8. The tissue pure diffusion measurement device based on the slow diffusion coefficient according to claim 7, characterized in that, The preset value is 200 s / mm 2 , both the first b value and the second b value are greater than 200 s / mm 2 ; The interval difference between the first b-value and the second b-value is not significantly greater than a threshold; The calculation formula of the calculation and analysis program is: SDC = [SI(b1) – SI(b2)] / (b2 – b1), where SDC is the slow diffusion coefficient, b1 is the first b value, b2 is the second b value, and SI(b1) and SI(b2) are the image signal intensity values corresponding to the first b value and the second b value.

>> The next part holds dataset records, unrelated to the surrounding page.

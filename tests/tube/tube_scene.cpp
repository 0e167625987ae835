#include "tube_scene.h"

#include <algorithm>
#include <cmath>
#include <numbers>

#include "wavefount/core/random.h"

namespace wavefount::testing {
namespace {

double step_up(double x) {
  return 0.5 * std::erfc(-x / std::numbers::sqrt2);
}

struct TubePoint {
  double along = 0, across = 0;
};

TubePoint locate(const SceneTube& tube, double x, double y) {
  const double dx = x - tube.centre_x;
  const double dy = y - tube.centre_y;
  const double u = dx * std::cos(tube.angle) + dy * std::sin(tube.angle);
  const double v = -dx * std::sin(tube.angle) + dy * std::cos(tube.angle);
  if (tube.curvature == 0) return {u, v};
  const double radius = 1 / tube.curvature;
  const double side = std::copysign(1.0, radius);
  const double angle = std::atan2(u, side * (radius - v));
  return {angle * std::abs(radius), side * (std::abs(radius) - std::hypot(u, radius - v))};
}

/// Signed depth below the tube's surface, pixels.
double depth(const SceneTube& tube, const TubePoint& at) {
  const double half = tube.width / 2;
  const double to_wall = half - std::abs(at.across);
  const double beyond = std::abs(at.along) - tube.length / 2;
  if (!tube.round_ends) return std::min(to_wall, -beyond);
  const double past = beyond + half;
  return past > 0 ? half - std::hypot(past, at.across) : to_wall;
}

double tube_light(const TubeScene& scene, double x, double y) {
  double light = scene.outside;
  for (const auto& tube : scene.tubes) {
    const auto at = locate(tube, x, y);
    const double deep = depth(tube, at);
    const double share = std::clamp(1 - std::abs(at.across) * 2 / tube.width, 0.0, 1.0);
    const double thick = 1 - tube.roundness * (1 - std::sqrt(share * (2 - share)));
    light += tube.level * thick * step_up(deep / scene.blur);
    const double glow_sd = std::hypot(tube.glow_sd, scene.blur);
    light += tube.glow * tube.glow_sd / glow_sd * std::exp(-0.5 * std::pow(deep / glow_sd, 2));
  }
  return light;
}

}  // namespace

Point TubeScene::drift_at(int frame) const {
  return drift.empty() ? Point{} : drift.at(static_cast<std::size_t>(frame));
}

ImagePointer draw_frame(const TubeScene& scene, int frame) {
  auto image = make_image(scene.width, scene.height);
  RandomStream random(seed_from(scene.seed, std::to_string(frame)));
  const auto drift = scene.drift_at(frame);
  const double highest = std::ldexp(1.0, scene.bit_depth) - 1;
  const double fade = std::exp(-scene.bleaching * frame);
  for (int y = 0; y < scene.height; ++y) {
    for (int x = 0; x < scene.width; ++x) {
      const double px = x - drift.x;
      const double py = y - drift.y;
      double light = tube_light(scene, px, py);
      for (const auto& blob : scene.blobs) {
        if (frame < blob.first || frame > blob.last) continue;
        const double away = std::hypot(px - blob.x - blob.flow_x * frame, py - blob.y);
        if (away < blob.radius + 6 * scene.blur)
          light += blob.brightness * step_up((blob.radius - away) / scene.blur);
      }
      for (const auto& bubble : scene.bubbles) {
        const double away = std::hypot(px - bubble.x, py - bubble.y);
        light -= (light - scene.outside) * step_up((bubble.radius - away) / scene.blur);
      }
      const double u = 2.0 * x / scene.width - 1;
      const double v = 2.0 * y / scene.height - 1;
      light *= fade * (1 - scene.vignetting * (u * u + v * v) / 2);
      const double electrons = light * scene.gain;
      const double noisy =
          electrons + std::sqrt(electrons) * random.normal() + scene.read_noise * random.normal();
      const double counts = std::round(scene.offset + noisy / scene.gain);
      image->GetBufferPointer()[static_cast<std::ptrdiff_t>(y) * scene.width + x] =
          static_cast<float>(std::clamp(counts, 0.0, highest));
    }
  }
  return image;
}

SceneSource::SceneSource(TubeScene scene) : scene_(std::move(scene)) {
  description_.name = "scene";
  description_.width = scene_.width;
  description_.height = scene_.height;
  description_.frames = scene_.frames;
  description_.channels = {"reporter"};
  description_.bit_depth = scene_.bit_depth;
  description_.pixel_um = scene_.pixel_um;
  for (int frame = 0; frame < scene_.frames; ++frame) description_.times_min.push_back(frame);
}

ImagePointer SceneSource::frame(int index) const {
  auto image = draw_frame(scene_, index);
  if (std::find(spoiled_.begin(), spoiled_.end(), index) != spoiled_.end())
    image->FillBuffer(spoil_value_);
  return image;
}

std::unique_ptr<FrameReader> SceneSource::reader() const {
  class Reader : public FrameReader {
   public:
    explicit Reader(const SceneSource& source) : source_(source) {}
    ImagePointer read(int frame, int, int) override { return source_.frame(frame); }

   private:
    const SceneSource& source_;
  };
  return std::make_unique<Reader>(*this);
}

}  // namespace wavefount::testing
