#include "wavefount/timing/entries.h"

#include <algorithm>
#include <cmath>
#include <map>

#include "wavefount/core/robust.h"
#include "wavefount/timing/measures.h"
#include "wavefount/timing/onset.h"
#include "wavefount/timing/split.h"
#include "wavefount/timing/window.h"

namespace wavefount {

namespace {

constexpr const char* entry_signal = "fixed aperture";
// A release takes most of the light; less is a neighbour's doing or a change of focus.
constexpr double least_drop_share = 0.35;
constexpr double least_drop_sigma = 4;
// Slower than this many times the film's typical fall (and its sampling) is fading.
constexpr double slowest_of_typical = 4;
constexpr std::size_t fewest_for_typical = 5;
// Exposures shorter than this share of the frame interval are taken as instants.
constexpr double short_exposure = 0.02;
// Default windows: long enough for the levels, short enough that a parabola follows the filling.
constexpr double usual_before_min = 5, usual_after_min = 4;
// Where a trace does not say how large its aperture is.
constexpr double usual_radius_um = 10;

// One fall on its way from the courses to its time.
struct Pending {
  std::size_t interphase = 0;  // position in the result
  double duration_min = 0;
  double interval_min = 0;
  FallWindow window;
};

WindowSettings window_settings(const FilmDescription& film, const EntrySettings& settings) {
  WindowSettings window;
  window.before_min =
      settings.window_before_min > 0 ? settings.window_before_min : usual_before_min;
  window.after_min = settings.window_after_min > 0 ? settings.window_after_min : usual_after_min;
  if (film.exposure_min > short_exposure * film.frame_interval_min())
    window.exposure_min = film.exposure_min;
  if (settings.stamp == Stamp::middle) window.stamp_shift_min = -0.5 * film.exposure_min;
  if (settings.stamp == Stamp::end) window.stamp_shift_min = -film.exposure_min;
  return window;
}

bool at_border(const TracePoint& p, const FilmDescription& film) {
  if (film.width <= 0 || film.height <= 0 || film.pixel_um <= 0) return false;
  const double radius = p.radius_um / film.pixel_um;
  return p.x_px < radius || p.y_px < radius || p.x_px > film.width - 1 - radius ||
         p.y_px > film.height - 1 - radius;
}

const TracePoint* point_in(const Nucleus& nucleus, int frame) {
  for (const auto& point : nucleus.points)
    if (point.frame == frame && point.found) return &point;
  return nullptr;
}

// The nucleus broke up or merged about when its signal fell.
bool changed_kin(const Nucleus& nucleus, const Nuclei& nuclei, double time_min, double margin_min) {
  for (const auto& child : nuclei.nuclei) {
    if (child.kinship != Kinship::fragment && child.kinship != Kinship::fusion) continue;
    if (std::find(child.parents.begin(), child.parents.end(), nucleus.id) == child.parents.end())
      continue;
    const auto first = std::find_if(child.points.begin(), child.points.end(),
                                    [](const TracePoint& p) { return p.found; });
    if (first != child.points.end() && std::abs(first->time_min - time_min) <= margin_min)
      return true;
  }
  return false;
}

void lose(Interphase& interphase, const std::string& why) {
  interphase.outcome = Outcome::lost;
  interphase.entry.reset();
  interphase.notes.push_back(why);
}

// Why a fall is none of a mitosis, before it is timed; empty if it may be one.
std::string other_reason(const Course& course, const OpenInterphase& open, const Nucleus& nucleus,
                         const Nuclei& nuclei, const FilmDescription& film,
                         const EntrySettings& settings) {
  const auto& fall = *open.fall;
  if (fall.duration_min(course) > settings.longest_fall_min + 2 * course.interval_min)
    return "faded slowly";
  const auto* last = point_in(nucleus, open.interphase.last_frame);
  if (last && at_border(*last, film)) return "lost at the border of the view";
  if (changed_kin(nucleus, nuclei, course.time_min[fall.half], 4 * course.interval_min))
    return "fragmented or fused";
  return {};
}

void add_nucleus(const Nucleus& nucleus, const ApertureTrace* trace, const Nuclei& nuclei,
                 const FilmDescription& film, const CameraModel* camera,
                 const EntrySettings& settings, Interphases& result,
                 std::vector<Pending>& pending) {
  const auto& overrides = film.overrides;
  const auto course = make_course(nucleus, trace, overrides.first_healthy_min.value_or(-INFINITY),
                                  overrides.last_healthy_min.value_or(INFINITY));
  if (course.size() == 0) return;
  int last_frame = film.frames - 1;
  while (overrides.last_healthy_min && last_frame > 0 &&
         film.times_min[last_frame] > *overrides.last_healthy_min)
    --last_frame;
  for (auto& open : split_course(course, last_frame)) {
    auto& own = open.interphase;
    own.nucleus = nucleus.id;
    measure_interphase(own, nucleus, camera);
    if (open.fall) {
      const auto why = other_reason(course, open, nucleus, nuclei, film, settings);
      if (!why.empty()) {
        lose(own, why);
      } else {
        const double radius = trace && trace->radius_um > 0 ? trace->radius_um : usual_radius_um;
        pending.push_back(
            {result.interphases.size(), open.fall->duration_min(course), course.interval_min,
             make_window(course, *open.fall, open.start, radius, window_settings(film, settings))});
      }
    }
    result.interphases.push_back(std::move(own));
  }
}

// Falls much slower than the film's own are fading.
void lose_slow(std::vector<Pending>& pending, Interphases& result) {
  if (pending.size() < fewest_for_typical) return;
  std::vector<double> durations;
  for (const auto& one : pending) durations.push_back(one.duration_min);
  const double typical = median(std::move(durations));
  std::erase_if(pending, [&](const Pending& one) {
    const bool slow = one.duration_min > slowest_of_typical * typical + 2 * one.interval_min;
    if (slow) lose(result.interphases[one.interphase], "faded more slowly than the others fall");
    return slow;
  });
}

Surroundings surroundings_of(const FilmDescription& film, const ApertureTraces& traces,
                             const Tube* tube) {
  const bool walls = tube && tube->measured && !tube->wide;
  Surroundings where{film.optics, walls ? tube->width_um : 0.0};
  std::vector<double> from;
  std::vector<double> to;
  for (const auto& trace : traces.traces) {
    if (!(trace.ring_to_um > 0)) continue;
    from.push_back(trace.ring_from_um / trace.radius_um);
    to.push_back(trace.ring_to_um / trace.radius_um);
  }
  // Rings scale with their apertures, but for the smallest ones.
  where.ring_from = median(std::move(from));
  where.ring_to = median(std::move(to));
  return where;
}

}  // namespace

Interphases time_entries(const FilmDescription& film, const Nuclei& nuclei,
                         const ApertureTraces& traces, const Tube* tube, const CameraModel* camera,
                         const EntrySettings& settings) {
  Interphases result;
  std::vector<Pending> pending;
  for (std::size_t i = 0; i < nuclei.nuclei.size(); ++i) {
    const auto* trace = i < traces.traces.size() ? &traces.traces[i] : nullptr;
    add_nucleus(nuclei.nuclei[i], trace, nuclei, film, camera, settings, result, pending);
  }
  lose_slow(pending, result);
  std::vector<FallWindow> windows;
  for (const auto& one : pending) windows.push_back(one.window);
  const auto onsets =
      time_falls(windows, surroundings_of(film, traces, tube), settings.shape_falls);
  for (std::size_t i = 0; i < onsets.size(); ++i) {
    auto& own = result.interphases[pending[i].interphase];
    const auto& onset = onsets[i];
    const bool clear = onset.drop_sigma >= least_drop_sigma &&
                       onset.level - onset.base >= least_drop_share * std::abs(onset.level);
    if (clear)
      own.entry = Entry{onset.time_min, onset.se_min, onset.half_loss_min, entry_signal};
    else
      lose(own, "lost without a clear release");
  }
  return result;
}

}  // namespace wavefount
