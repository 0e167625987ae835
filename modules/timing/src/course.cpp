#include "wavefount/timing/course.h"

#include <algorithm>
#include <cmath>
#include <map>

#include "wavefount/core/robust.h"

namespace wavefount {

namespace {

// A fall takes the signal below this share of its height, a rise lifts it by that much.
constexpr double fallen_share = 0.6;
constexpr double risen_share = 0.3;
// Swings below this many standard deviations of one value are noise.
constexpr double swing_sigma = 6;
// Heights, as shares of the fall, between which its duration is read: outside them noise and the
// slow tail of diffusion decide.
constexpr double near_top = 0.85;
constexpr double clearly_down = 0.4;
// No nucleus fills to four fifths within this time of being empty.
constexpr double springs_back_min = 0.7;
constexpr double longest_step_min = 3;
constexpr std::size_t level_samples = 5;

std::vector<double> running_median(const std::vector<double>& values) {
  std::vector<double> smooth = values;
  for (std::size_t i = 1; i + 1 < values.size(); ++i)
    smooth[i] = median({values[i - 1], values[i], values[i + 1]});
  return smooth;
}

double noise_of(const Course& course) {
  std::vector<double> stated, seconds;
  for (const double variance : course.variance) stated.push_back(std::sqrt(variance));
  for (std::size_t i = 1; i + 1 < course.size(); ++i)
    seconds.push_back(course.signal[i - 1] - 2 * course.signal[i] + course.signal[i + 1]);
  return std::max(median(std::move(stated)), robust_sd(seconds) / std::sqrt(6.0));
}

double interval_of(const std::vector<double>& times) {
  std::vector<double> steps;
  for (std::size_t i = 1; i < times.size(); ++i) steps.push_back(times[i] - times[i - 1]);
  return median(std::move(steps));
}

double median_between(const std::vector<double>& values, std::size_t from, std::size_t to) {
  return median({values.begin() + static_cast<std::ptrdiff_t>(from),
                 values.begin() + static_cast<std::ptrdiff_t>(to)});
}

// The lowest level that an empty aperture shows, and the height of the nucleus above it.
struct Range {
  double low = 0, height = 0;
};

Range range_of(const Course& course) {
  const double high = quantile(course.smooth, 0.95), low = quantile(course.smooth, 0.05);
  // A nucleus that never empties shows no low; its surrounding is zero by definition.
  const double base = low <= 0.5 * high ? low : 0.0;
  return {base, high - base};
}

// Values around the half-way crossing nearest the valley.
Fall describe(const Course& course, std::size_t peak, std::size_t valley, std::size_t end) {
  const auto& smooth = course.smooth;
  Fall fall;
  fall.peak = peak;
  fall.valley = valley;
  fall.end = end;
  const double middle = 0.5 * (smooth[peak] + smooth[valley]);
  fall.half = valley;
  while (fall.half > peak + 1 && smooth[fall.half - 1] < middle) --fall.half;
  const std::size_t before = fall.half > 1 + peak ? fall.half - 1 : fall.half;
  const std::size_t from = before > level_samples + peak ? before - level_samples : peak;
  fall.level = median_between(course.signal, from, std::max(before, from + 1));
  const std::size_t after = std::min(fall.half + 2, end - 1);
  fall.base = std::min(median_between(course.signal, after, end), smooth[fall.half]);
  const double drop = fall.level - fall.base;
  fall.last_high = fall.half - 1;
  while (fall.last_high > peak && smooth[fall.last_high] < fall.base + near_top * drop)
    --fall.last_high;
  fall.low = fall.half;
  while (fall.low + 1 < end && smooth[fall.low] > fall.base + clearly_down * drop) ++fall.low;
  return fall;
}

// Where the signal starts to rise again between the valley and the place where it clearly has.
std::size_t rise_start(const Course& course, std::size_t valley, std::size_t risen) {
  const double limit = course.smooth[valley] + 3 * course.noise;
  std::size_t start = risen;
  while (start > valley + 1 && course.smooth[start - 1] > limit) --start;
  // A newly found nucleus has risen already.
  for (std::size_t i = valley + 1; i < start; ++i)
    if (course.found[i]) return i;
  return start;
}

bool springs_back(const Course& course, const Fall& fall, std::size_t risen) {
  const double drop = fall.level - fall.base;
  std::size_t up = risen;
  while (up < course.size() && course.smooth[up] < fall.base + 0.8 * drop) ++up;
  if (up == course.size()) return false;
  std::size_t down = up;
  while (down > fall.valley && course.smooth[down] > fall.base + 0.3 * drop) --down;
  const double rise = course.time_min[up] - course.time_min[down];
  const double limit = course.interval_min <= longest_step_min
                           ? std::max(springs_back_min, 1.01 * course.interval_min)
                           : springs_back_min;
  return rise <= limit;
}

}  // namespace

double Fall::duration_min(const Course& course) const {
  return course.time_min[low] - course.time_min[last_high];
}

Course make_course(const Nucleus& nucleus, const ApertureTrace* trace, double first_min,
                   double last_min) {
  Course course;
  const auto add = [&](int frame, double time, double signal, double variance, bool found) {
    if (!std::isfinite(time) || !std::isfinite(signal) || !(variance > 0) ||
        !std::isfinite(variance) || time < first_min || time > last_min)
      return;
    if (!course.time_min.empty() && time <= course.time_min.back()) return;
    course.frame.push_back(frame);
    course.time_min.push_back(time);
    course.signal.push_back(signal);
    course.variance.push_back(variance);
    course.found.push_back(found);
  };
  if (trace && !trace->frame.empty()) {
    std::map<int, bool> found;
    for (const auto& point : nucleus.points) found[point.frame] = point.found;
    for (std::size_t i = 0; i < trace->frame.size(); ++i) {
      const auto at = found.find(trace->frame[i]);
      add(trace->frame[i], trace->time_min[i], trace->signal[i], trace->variance[i],
          at != found.end() && at->second);
    }
  } else {
    for (const auto& p : nucleus.points)
      if (p.found) add(p.frame, p.time_min, p.brightness, p.brightness_variance, true);
  }
  course.interval_min = interval_of(course.time_min);
  course.noise = noise_of(course);
  course.smooth = running_median(course.signal);
  return course;
}

Swings find_swings(const Course& course) {
  Swings swings;
  if (course.size() < 3) return swings;
  const auto& smooth = course.smooth;
  const auto [low, height] = range_of(course);
  bool high = smooth[0] - low > 0.5 * height;
  swings.starts_low = !high;
  std::size_t peak = 0, valley = 0;
  for (std::size_t i = 1; i < course.size(); ++i) {
    if (high) {
      if (smooth[i] > smooth[peak]) peak = i;
      const bool fallen = smooth[i] - low < fallen_share * (smooth[peak] - low) &&
                          smooth[peak] - smooth[i] > swing_sigma * course.noise;
      if (!fallen) continue;
      high = false;
      valley = i;
      swings.falls.push_back(describe(course, peak, valley, course.size()));
    } else {
      if (smooth[i] < smooth[valley]) valley = i;
      const double rise = std::max(risen_share * height, swing_sigma * course.noise);
      if (smooth[i] - smooth[valley] <= rise) continue;
      high = true;
      const std::size_t before = peak;
      peak = i;
      if (swings.falls.empty()) continue;
      auto& fall = swings.falls.back();
      fall = describe(course, fall.peak, valley, rise_start(course, valley, i));
      if (springs_back(course, fall, i)) {
        swings.falls.pop_back();
        if (smooth[before] > smooth[i]) peak = before;
      }
    }
  }
  if (!high && !swings.falls.empty())
    swings.falls.back() = describe(course, swings.falls.back().peak, valley, course.size());
  return swings;
}

}  // namespace wavefount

9. A terminal, characterized in that, The terminal includes a memory, a processor, and a tissue pure diffusion measurement program based on the slow diffusion coefficient stored in the memory and executable on the processor. When the processor executes the tissue pure diffusion measurement program based on the slow diffusion coefficient, the steps of the tissue pure diffusion measurement method based on the slow diffusion coefficient according to any one of claims 1-6 are implemented.

10. A computer-readable storage medium, characterized in that, A tissue pure diffusion measurement program based on the slow diffusion coefficient is stored on the computer-readable storage medium. When the tissue pure diffusion measurement program based on the slow diffusion coefficient is executed by the processor, the steps of the tissue pure diffusion measurement method based on the slow diffusion coefficient according to any one of claims 1-6 are implemented.